Based on our results, we demonstrated that the results and quality of the evaluation are not influenced by the reviewers’ level of training when using a standardized evaluation sheet as presented here. Our study shows that even student ratings based on a validated evaluation sheet are comparable to evaluations created by peers using the same metric. We confirmed that the bias in student evaluations as emphasized in the literature [2931] can be minimized using a validated questionnaire and reviewer training. The training does not need to be longer than an hour. This method is an efficient option for a good and valid evaluation/feedback and thus we decided to have further evaluations done only by trained students. This facilitated evaluations with lower personnel costs. In an upcoming project, we will evaluate if the positive impact of this kind of feedback will be persistent when only students provide feedback.

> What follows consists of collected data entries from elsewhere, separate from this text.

"""Exposure families against scipy.stats, scipy.special and scipy.integrate.

Reference distributions are built here from scipy.stats directly:
lognormal = ``lognorm(s=ln gsd, scale=gm)``, gamma = ``gamma(a=shape,
scale=scale)``, Weibull = ``weibull_min(c=shape, scale=scale)``.
"""

import numpy as np
import pytest
from hypothesis import given, settings
from hypothesis import strategies as st
from scipy import integrate, stats
from scipy.special import gammainc, gammaincc, gammaln

from doseattr.core.exposure import FAMILIES, Gamma, LogNormal, Weibull, get_family
from doseattr.core.exposure.incomplete_gamma import (
    log_gammainc,
    log_gammainc_series,
    log_gammaincc,
    log_gammaincc_cf,
)
from doseattr.errors import ModelError


def reference(name, params):
    a, b = params
    if name == "lognormal":
        return stats.lognorm(s=np.log(b), scale=a)
    if name == "gamma":
        return stats.gamma(a=a, scale=b)
    return stats.weibull_min(c=a, scale=b)


CASES = [
    ("lognormal", (2.0, 2.5)), ("lognormal", (0.03, 1.2)), ("lognormal", (40.0, 6.0)),
    ("gamma", (0.4, 3.0)), ("gamma", (2.5, 0.7)), ("gamma", (30.0, 0.1)),
    ("weibull", (0.6, 4.0)), ("weibull", (1.0, 2.0)), ("weibull", (3.5, 10.0)),
]


@pytest.mark.parametrize("name,params", CASES)
def test_distribution_functions_match_scipy(name, params):
    """Source: scipy.stats distributions with the same parameters."""
    fam, ref = FAMILIES[name], reference(name, params)
    x = ref.ppf([1e-9, 1e-4, 0.05, 0.3, 0.5, 0.8, 0.99, 1 - 1e-7])
    p = np.array(params)
    np.testing.assert_allclose(fam.logpdf(x, p), ref.logpdf(x), rtol=1e-10, atol=1e-12)
    np.testing.assert_allclose(fam.cdf(x, p), ref.cdf(x), rtol=1e-10, atol=0)
    np.testing.assert_allclose(fam.sf(x, p), ref.sf(x), rtol=1e-9, atol=0)
    np.testing.assert_allclose(fam.logcdf(x, p), ref.logcdf(x), rtol=1e-9, atol=1e-12)
    np.testing.assert_allclose(fam.logsf(x, p), ref.logsf(x), rtol=1e-9, atol=1e-12)
    q = np.array([1e-6, 0.01, 0.25, 0.5, 0.75, 0.99, 0.999999])
    np.testing.assert_allclose(fam.ppf(q, p), ref.ppf(q), rtol=1e-9)
    np.testing.assert_allclose(fam.mean(p), ref.mean(), rtol=1e-12)


@pytest.mark.parametrize("name,params", CASES)
def test_log_density_of_log_exposure(name, params):
    """Source: change of variables t = ln x, f_T(t) = f_X(e^t) e^t, with scipy's logpdf."""
    fam, ref = FAMILIES[name], reference(name, params)
    t = np.log(ref.ppf([1e-6, 0.1, 0.5, 0.9, 1 - 1e-6]))
    np.testing.assert_allclose(fam.log_density_log(t, np.array(params)), ref.logpdf(np.exp(t)) + t,
                               rtol=1e-10, atol=1e-12)


@pytest.mark.parametrize("name,params", CASES)
def test_partial_mean_matches_quadrature(name, params):
    """Source: scipy.integrate.quad of x f(x) (scipy.stats pdf) over (a, b]."""
    fam, ref = FAMILIES[name], reference(name, params)
    lo, med, hi = ref.ppf([0.1, 0.5, 0.95])
    for a, b in [(0.0, med), (lo, hi), (med, np.inf), (hi, np.inf), (0.0, np.inf)]:
        expected = integrate.quad(lambda v: v * ref.pdf(v), a, b, epsabs=0, epsrel=1e-12, limit=200)[0]
        got = fam.partial_mean(np.array([a]), np.array([b]), np.array(params))[0]
        np.testing.assert_allclose(got, expected, rtol=1e-7)


@pytest.mark.parametrize("name", list(FAMILIES))
def test_broadcasting_over_draws(name):
    """Source: the same scipy.stats reference evaluated row by row."""
    fam = FAMILIES[name]
    params = np.array([[1.5, 2.0], [3.0, 1.7], [0.8, 5.0]])
    x = np.array([0.2, 1.0, 4.0, 9.0])
    xd = np.array([x, 2 * x, 0.5 * x])
    for out, xs in [(fam.cdf(x, params), [x] * 3), (fam.cdf(xd, params), xd)]:
        assert out.shape == (3, 4)
        for row, p, xi in zip(out, params, xs):
            np.testing.assert_allclose(row, reference(name, p).cdf(xi), rtol=1e-10)
    t = np.log(x)
    dens = fam.log_density_log(t, params)
    for row, p in zip(dens, params):
        np.testing.assert_allclose(row, reference(name, p).logpdf(x) + t, rtol=1e-10)
    np.testing.assert_allclose(fam.mean(params), [reference(name, p).mean() for p in params], rtol=1e-12)
    pm = fam.partial_mean(np.zeros(1), np.full(1, np.inf), params)
    np.testing.assert_allclose(pm[:, 0], fam.mean(params), rtol=1e-12)


@pytest.mark.parametrize("name,params", CASES)
def test_internal_round_trip_and_scipy(name, params):
    """Source: the definition of the internal scale (logs of positive
    parameters; lognormal (ln gm, ln ln gsd)) and scipy's frozen objects."""
    fam = FAMILIES[name]
    p = np.array(params)
    np.testing.assert_allclose(fam.from_internal(fam.to_internal(p)), p, rtol=1e-13)
    ref = reference(name, params)
    np.testing.assert_allclose(fam.scipy(p).ppf([0.1, 0.9]), ref.ppf([0.1, 0.9]), rtol=1e-13)


def test_lognormal_internal_is_log_gm_and_log_sigma():
    """Source: the agreed API (internal = (log gm, log log gsd))."""
    theta = LogNormal().to_internal(np.array([3.0, 2.0]))
    np.testing.assert_allclose(theta, [np.log(3.0), np.log(np.log(2.0))], rtol=1e-14)


@pytest.mark.parametrize("name,bad,match", [
    ("lognormal", (2.0, 1.0), "gsd must be greater than 1"),
    ("lognormal", (-1.0, 2.0), "gm must be a positive"),
    ("gamma", (0.0, 1.0), "shape must be a positive"),
    ("weibull", (1.0, np.nan), "scale must be a positive"),
])
def test_check_names_the_parameter(name, bad, match):
    """Source: the Family contract (ModelError naming the parameter)."""
    with pytest.raises(ModelError, match=match):
        FAMILIES[name].check(np.array(bad))


def test_unknown_family_lists_the_valid_names():
    """Source: the registry contract."""
    with pytest.raises(ModelError, match="lognormal, gamma, weibull"):
        get_family("normal")


@pytest.mark.parametrize("a,y", [(50.0, 1e-3), (3.0, 1e-80), (0.2, 1e-300), (400.0, 150.0)])
def test_log_lower_incomplete_gamma_series(a, y):
    """Source: scipy.special.gammainc where its value is tiny but representable
    (the hand-written series takes over only where it underflows)."""
    np.testing.assert_allclose(log_gammainc_series(a, y), np.log(gammainc(a, y)), rtol=1e-12)


@pytest.mark.parametrize("a,y", [(2.5, 600.0), (0.3, 650.0), (40.0, 700.0), (400.0, 1100.0)])
def test_log_upper_incomplete_gamma_continued_fraction(a, y):
    """Source: scipy.special.gammaincc where its value is tiny but representable."""
    np.testing.assert_allclose(log_gammaincc_cf(a, y), np.log(gammaincc(a, y)), rtol=1e-12)


@pytest.mark.parametrize("a,y", [(2.5, 900.0), (7.0, 3000.0)])
def test_log_upper_incomplete_gamma_beyond_underflow(a, y):
    """Source: scipy.integrate.quad of the scaled integrand. Derivation:
    Q(a, y) = int_y^inf t^(a-1) e^-t dt / Gamma(a); with t = y + u,
    ln Q = -y - ln Gamma(a) + ln int_0^inf (y + u)^(a-1) e^-u du, whose
    integrand is of order y^(a-1) and easily integrated."""
    assert gammaincc(a, y) == 0.0
    integral = integrate.quad(lambda u: np.exp((a - 1) * np.log((y + u) / y) - u), 0, np.inf, epsrel=1e-13)[0]
    expected = -y - gammaln(a) + (a - 1) * np.log(y) + np.log(integral)
    np.testing.assert_allclose(log_gammaincc(a, y), expected, rtol=1e-12)


def test_log_lower_incomplete_gamma_beyond_underflow():
    """Source: leading term of the series, P(a, y) ~ y^a / Gamma(a + 1) as
    y -> 0 (relative error of order y), computed with scipy.special.gammaln."""
    a, y = 5.0, 1e-70
    assert gammainc(a, y) == 0.0
    np.testing.assert_allclose(log_gammainc(a, y), a * np.log(y) - gammaln(a + 1), rtol=1e-14)


def test_gamma_log_probabilities_stay_finite_in_the_tails():
    """Source: as above; the family uses the underflow-safe functions."""
    g = Gamma()
    p = np.array([3.0, 2.0])
    low = g.logcdf(np.array([1e-120]), p)[0]
    np.testing.assert_allclose(low, 3 * np.log(1e-120 / 2.0) - gammaln(4.0), rtol=1e-12)
    assert np.isfinite(g.logsf(np.array([3000.0]), p)[0])


def test_weibull_logcdf_deep_lower_tail():
    """Source: ln(1 - e^-E) = ln E - E/2 + O(E^2) for small E = (x/scale)^k
    (Taylor series); scipy's weibull_min.logcdf underflows to -inf here."""
    w = Weibull()
    x, p = 1e-200, np.array([2.0, 3.0])
    np.testing.assert_allclose(w.logcdf(np.array([x]), p)[0], 2.0 * np.log(x / 3.0), rtol=1e-14)


def _params(name):
    shape = st.floats(0.3, 20.0)
    scale = st.floats(0.01, 100.0)
    first = st.floats(0.01, 100.0) if name == "lognormal" else shape
    second = st.floats(1.05, 8.0) if name == "lognormal" else scale
    return st.tuples(first, second)


@pytest.mark.parametrize("name", list(FAMILIES))
def test_ppf_inverts_cdf_property(name):
    """Source: definition of the quantile function (cdf(ppf(q)) = q), and
    cdf + sf = 1, over random parameters (hypothesis)."""

    @settings(max_examples=60, deadline=None)
    @given(_params(name), st.floats(1e-6, 1 - 1e-6))
    def check(params, q):
        fam, p = FAMILIES[name], np.array(params)
        x = fam.ppf(np.array([q]), p)
        np.testing.assert_allclose(fam.cdf(x, p), [q], rtol=1e-8, atol=1e-12)
        np.testing.assert_allclose(fam.cdf(x, p) + fam.sf(x, p), [1.0], rtol=1e-13)

    check()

This study is limited in that we did not analyze the effects of the revised lectures on students’ medical knowledge acquisition. To the best of our knowledge, such a study has not yet been conducted yet—perhaps because of the challenges inherent in designing such a study, e.g. designing a test with comparative difficulty and comparative tested learning objectives in two consecutive semesters without the two student groups exchanging the test items. Another limitation is the lack of a control group. Because of the small number of lecturers in the lecture series, we made a conscious decision to not create a control group. Other than these limits, the effectiveness of any type of feedback compared to giving no feedback is already proven. Thus, the control group would have been disadvantaged from the beginning.

In this study, lecturers who received good evaluations asked for a certificate of their teaching performance within this lecture series. They suggested that they needed tribute for being a good teacher from the faculty. This is consistent with the results of Müller-Hilke [40]. She demonstrated that medical teachers’ highest motivation is “Fame and glory”. To boost the tribute to excellent teaching, the educational committee of the department of surgery at our faculty decided to perpetuate the evaluation and to implement an award for the most highly evaluated lecturer as well as the best evaluated department.

Conclusions

Overall, this study indicates that structured written feedback provided by trained peers and students and discussed by the lecturers concerned is a highly effective and efficient method to improve aspects of lecturing. We anticipate that structured written feedback by trained students and discussed by the lecturers concerned will improve lecturing.